Your objective
When you find the word "kinds" in a line of the entries, please copy the whole line.

--

/// The state a checkpoint needs besides the weights: the update rule's and
/// schedule's state, the trainer's progress (trainer::progress(), e.g. from
/// on_epoch) and the engines of dropout layers.
template <class T>
resume_state<T> capture_resume_state(network<T>& net, const update_rule<T>& rule, const rate_schedule& schedule,
                                     const training_progress<T>& progress) {
    resume_state<T> s;
    s.update_kind = rule.kind();
    s.update_state = rule.save_state();
    s.schedule_kind = schedule.kind();
    s.schedule_state = schedule.save_state();
    s.progress = progress;
    for (const auto& e : detail::layer_engines(net)) s.layer_engines.emplace_back(e.first, e.second->state());
    return s;
}

/// Puts a saved state back into a network (rebuilt with rebuild_network), an
/// update rule and a schedule of the same kinds; then pass &s.progress as
/// training_options::resume. Raises deploy.resume.mismatch for other kinds
/// or layers, leaving nothing half-restored where it can check first.
template <class T>
void restore_resume_state(const resume_state<T>& s, network<T>& net, update_rule<T>& rule, rate_schedule& schedule) {
    if (s.update_kind != rule.kind())
        raise(codes::deploy_resume_mismatch, "resume: the state was saved by a '" + s.update_kind + "' update rule, not '" + rule.kind() + "'");
    if (s.schedule_kind != schedule.kind())
        raise(codes::deploy_resume_mismatch, "resume: the state was saved with a '" + s.schedule_kind + "' schedule, not '" + schedule.kind() + "'");
    const auto engines = detail::layer_engines(net);
    if (engines.size() != s.layer_engines.size())
        raise(codes::deploy_resume_mismatch,
              "resume: the state holds " + std::to_string(s.layer_engines.size()) + " layer engines, the network has " +
                  std::to_string(engines.size()));
    for (std::size_t i = 0; i < engines.size(); ++i)
        if (engines[i].first != s.layer_engines[i].first)
            raise(codes::deploy_resume_mismatch,
                  "resume: layer engine " + std::to_string(i) + " is '" + s.layer_engines[i].first + "', the network's is '" + engines[i].first +
                      "'");
    const std::size_t values = net.parameters().size() + net.state_buffers().size();
    if (!s.progress.best.values.empty() && s.progress.best.values.size() != values)
        raise(codes::deploy_resume_mismatch,
              "resume: the best-epoch weights hold " + std::to_string(s.progress.best.values.size()) + " matrices, the network has " +
                  std::to_string(values));
    rule.load_state(s.update_state);
    schedule.load_state(s.schedule_state);
    for (std::size_t i = 0; i < engines.size(); ++i) engines[i].second->set_state(s.layer_engines[i].second);
}

TENON_NAMESPACE_END

// The compiled-once mode (core/compiled_once.hpp).
#if defined(TENON_DETAIL_TRAIN_INSTANCE)
TENON_NAMESPACE_BEGIN
#define TENON_DETAIL_AUTHORING_INSTANCES(T)                                                                                                          \
    TENON_DETAIL_TRAIN_INSTANCE model_file<T> make_model_file<T>(const fitted_model<T>&, const table&, const std::vector<std::size_t>&,              \
                                                                 const model_settings&, const model_file_options&);                                  \
    TENON_DETAIL_TRAIN_INSTANCE model_file<T> make_model_file<T>(const fitted_model<T>&, const table&, const model_file_options&);                   \
    TENON_DETAIL_TRAIN_INSTANCE network<T> rebuild_network<T>(const model_file<T>&);                                                                 \
    TENON_DETAIL_TRAIN_INSTANCE network<T> rebuild_member<T>(const model_file<T>&, std::size_t);
TENON_DETAIL_AUTHORING_INSTANCES(float)
TENON_DETAIL_AUTHORING_INSTANCES(double)
#undef TENON_DETAIL_AUTHORING_INSTANCES
TENON_NAMESPACE_END
#endif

--

Answer to this task
/// update rule and a schedule of the same kinds; then pass &s.progress as
/// training_options::resume. Raises deploy.resume.mismatch for other kinds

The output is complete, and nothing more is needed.